Objective: Explore advanced techniques such as ensemble methods, pipelines, and clustering.

Examples:

Ensemble Methods:

 from sklearn.ensemble import GradientBoostingClassifier, VotingClassifier

 # Load dataset
 iris = load_iris()
 X = iris.data
 y = iris.target

 # Create models
 clf1 = GradientBoostingClassifier(n_estimators=100)
 clf2 = RandomForestClassifier(n_estimators=100)

 # Voting Classifier
 voting_clf = VotingClassifier(estimators=[('gb', clf1), ('rf', clf2)], voting='soft')
 voting_clf.fit(X, y)

 # Evaluate model
 scores = cross_val_score(voting_clf, X, y, cv=5)
 print(f'Voting Classifier scores: {scores}')

Pipelines:

 from sklearn.pipeline import Pipeline
 from sklearn.preprocessing import StandardScaler
 from sklearn.svm import SVC

 # Create pipeline
 pipeline = Pipeline([
     ('scaler', StandardScaler()),
     ('svc', SVC(kernel='linear'))
 ])

 # Train model
 pipeline.fit(X_train, y_train)

 # Predict and evaluate
 y_pred = pipeline.predict(X_test)
 print(f'Accuracy: {accuracy_score(y_test, y_pred):.2f}')

Clustering:

 from sklearn.cluster import KMeans

 # Load dataset
 df = pd.read_csv('https://raw.githubusercontent.com/raphaelmw/mall-customer-segmentation/master/Mall_Customers.csv')
 X = df[['Annual Income (k$)', 'Spending Score (1-100)']]

 # Apply K-Means
 kmeans = KMeans(n_clusters=5, random_state=42)
 y_kmeans = kmeans.fit_predict(X)

 # Plot clusters
 plt.scatter(X.iloc[y_kmeans == 0, 0], X.iloc[y_kmeans == 0, 1], s=100, c='red', label='Cluster 1')
 plt.scatter(X.iloc[y_kmeans == 1, 0], X.iloc[y_kmeans == 1, 1], s=100, c='blue', label='Cluster 2')
 plt.scatter(X.iloc[y_kmeans == 2, 0], X.iloc[y_kmeans == 2, 1], s=100, c='green', label='Cluster 3')
 plt.scatter(X.iloc[y_kmeans == 3, 0], X.iloc[y_kmeans == 3, 1], s=100, c='cyan', label='Cluster 4')
 plt.scatter(X.iloc[y_kmeans == 4, 0], X.iloc[y_kmeans == 4, 1], s=100, c='magenta', label='Cluster 5')
 plt.scatter(kmeans.cluster_centers_[:, 0], kmeans.cluster_centers_[:, 1], s=300, c='yellow', label='Centroids')
 plt.title('Customer Clusters')
 plt.xlabel('Annual Income (k$)')
 plt.ylabel('Spending Score (1-100)')
 plt.legend()
 plt.show()

Notes:

Ensemble methods combine the predictions of multiple models to improve performance.
Pipelines streamline workflows by chaining preprocessing and model training steps.
Clustering algorithms like K-Means group similar data points without labeled outputs.

Exercise:

Experiment with different ensemble methods and clustering algorithms on various datasets.
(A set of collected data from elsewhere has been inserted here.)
import { centreFieldTesla } from '#app/physics/coil-field.ts'
import { traceOrbit, type Vector } from '#app/physics/orbit.ts'
import type { BenchScenario } from '../scenario.ts'
import { glowBrightness } from './tube.ts'
import { traceWeakField } from './weak-field.ts'

/** The path of the electrons of full energy, the outer edge of the glow. */
export type Orbit = {
  points: Vector[]
  /** Whether it came round to the gun, where it ends; otherwise it ended at the glass. */
  isClosed: boolean
  /** Left-most and right-most x, between the points; null where the glass is in the way. */
  turningPoints: { leftMetres: number; rightMetres: number } | null
}

export type Picture = { points: [number, number][]; brightness: number; widthMillimetres: number }

const leastVolts = 5
const leastAmps = 1e-6
/** The body of the gun reaches this far behind its opening; electrons that come round end there. */
const gunBodyMetres = 0.008
/** Weaker than this, the field bends the path so little that the tracing, whose step is a part of a turn, is too coarse. */
const leastTurns = 0.25
const leastBrightness = 0.02
const mostPicturePoints = 200
/** A picture is drawn anew once the orbit's size has changed by more than this part of it. */
const pictureTolerance = 5e-4
const exactTolerance = 1e-9

/** The beam of one bench, traced again only when voltage or current has moved. */
export class Beam {
  readonly #scenario: BenchScenario
  #traced: { volts: number; amps: number; orbit: Orbit } | null = null

  constructor(scenario: BenchScenario) {
    this.#scenario = scenario
  }

  /** The orbit at exactly these values; null where there is no beam to speak of. */
  orbit(volts: number, amps: number): Orbit | null {
    return volts < leastVolts ? null : this.#orbitWithin(exactTolerance, volts, amps)
  }

  /** The centre line of the glow as the eye sees it against the scale, in millimetres to 0.2 mm. */
  picture(volts: number, coilAmps: number, anodeAmps: number): Picture {
    const { glowWidthMetres, scale } = this.#scenario
    const magnification = scale.eyeDistanceMetres / (scale.eyeDistanceMetres - scale.distanceBehindMetres)
    const widthMillimetres = Math.round(glowWidthMetres * magnification * 1e5) / 100
    const brightness = Math.round(glowBrightness(volts, anodeAmps) * 1000) / 1000
    if (brightness < leastBrightness) return { points: [], brightness: 0, widthMillimetres }
    const orbit = this.#orbitWithin(pictureTolerance, volts, coilAmps)
    const line = inward(orbit.points, glowWidthMetres / 2)
    const every = Math.ceil(line.length / mostPicturePoints)
    const points = line
      .filter((_, index) => index % every === 0 || index === line.length - 1)
      .map(([x, y]): [number, number] => [toFifth(x * magnification), toFifth(y * magnification)])
    const first = points[0]
    if (orbit.isClosed && first) points.push([first[0], first[1]])
    return { points, brightness, widthMillimetres }
  }

  #orbitWithin(tolerance: number, volts: number, amps: number): Orbit {
    const last = this.#traced
    if (last) {
      const change = Math.abs(volts / last.volts - 1) / 2 + Math.abs(amps - last.amps) / Math.abs(amps || 1)
      if (change <= tolerance) return last.orbit
    }
    const orbit = traceBench(this.#scenario, volts, amps)
    this.#traced = { volts, amps, orbit }
    return orbit
  }
}

function traceBench(scenario: BenchScenario, volts: number, amps: number): Orbit {
  const currentAmps = Math.abs(amps) < leastAmps ? leastAmps : amps
  const turns = tracedTurns(scenario, volts, currentAmps)
  const path = {
    pair: scenario.coilPair,
    currentAmps,
    voltageVolts: volts,
    chargeToMass: scenario.chargeToMass,
    start: { x: scenario.gun.x, y: scenario.gun.y, z: 0 },
    direction: { ...scenario.gun.direction, z: 0 },
    strayFieldTesla: scenario.strayFieldTesla,
  }
  const points =
    turns < leastTurns
      ? traceWeakField({ ...path, lengthMetres: 2 * scenario.bulbRadiusMetres })
      : traceOrbit({ ...path, turns })
  const atGlass = points.findIndex(({ x, y, z }) => Math.hypot(x, y, z) >= scenario.bulbRadiusMetres)
  const round = atGun(points)
  if (atGlass !== -1 && (round === -1 || atGlass < round)) {
    return { points: points.slice(0, atGlass + 1), isClosed: false, turningPoints: null }
  }
  const orbit = round === -1 ? points : points.slice(0, round)
  return {
    points: orbit,
    isClosed: round !== -1,
    turningPoints: {
      leftMetres: -highest(orbit, ({ x }) => -x),
      rightMetres: highest(orbit, ({ x }) => x),
    },
  }
}

/** Turns of the central coil field that cover one turn in the true field, or the way across the bulb if that is less. */
function tracedTurns(scenario: BenchScenario, volts: number, amps: number): number {
  const coilField = centreFieldTesla(scenario.coilPair, amps)
  const total = Math.abs(coilField + scenario.strayFieldTesla.z)
  const oneTurn = total === 0 ? Number.POSITIVE_INFINITY : (1.15 * Math.abs(coilField)) / total
  const radius = Math.sqrt((2 * volts) / scenario.chargeToMass) / Math.abs(coilField)
  const acrossBulb = (8 * scenario.bulbRadiusMetres) / (2 * Math.PI * radius)
  return Math.min(oneTurn, acrossBulb)
}

/** Index of the point where the path has come round to the gun or past it, turned by 360°; -1 when it has not. */
function atGun(points: Vector[]): number {
  const gun = points[0] as Vector
  let turned = 0
  for (let index = 2; index < points.length; index++) {
    const before = points[index - 2] as Vector
    const here = points[index - 1] as Vector
    const after = points[index] as Vector
    const ax = here.x - before.x
    const ay = here.y - before.y
    const bx = after.x - here.x
    const by = after.y - here.y
    turned += Math.atan2(ax * by - ay * bx, ax * bx + ay * by)
    const isBack = Math.hypot(after.x - gun.x, after.y - gun.y) < gunBodyMetres
    if (Math.abs(turned) >= (isBack ? 1.5 : 2) * Math.PI) return index
  }
  return -1
}

/** Largest value along the path, by a parabola through the three points about the largest one. */
function highest(points: Vector[], of: (point: Vector) => number): number {
  let best = 0
  for (let index = 1; index < points.length; index++) {
    if (of(points[index] as Vector) > of(points[best] as Vector)) best = index
  }
  const before = points[best - 1]
  const here = of(points[best] as Vector)
  const after = points[best + 1]
  if (!before || !after) return here
  const slope = (of(after) - of(before)) / 2
  const curvature = of(after) - 2 * here + of(before)
  return curvature === 0 ? here : here - slope ** 2 / (2 * curvature)
}

/** The path moved towards the side it turns to. */
function inward(points: Vector[], distance: number): [number, number][] {
  const side = Math.sign(turnOf(points)) * distance
  return points.map((point, index) => {
    const from = points[Math.max(0, index - 1)] as Vector
    const to = points[Math.min(points.length - 1, index + 1)] as Vector
    const length = Math.hypot(to.x - from.x, to.y - from.y) || 1
    return [point.x - (side * (to.y - from.y)) / length, point.y + (side * (to.x - from.x)) / length]
  })
}

function turnOf(points: Vector[]): number {
  const first = points[0]
  const second = points[1]
  const last = points[Math.min(points.length - 1, 10)]
  if (!first || !second || !last) return 0
  return (second.x - first.x) * (last.y - second.y) - (second.y - first.y) * (last.x - second.x)
}

function toFifth(metres: number): number {
  return Math.round(metres * 5000) / 5
}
This comprehensive guide covers various scikit-learn features and their applications in data science and machine learning. Each section provides examples and notes to help you understand and apply these techniques effectively. Feel free to explore and experiment with different datasets and models to deepen your understanding.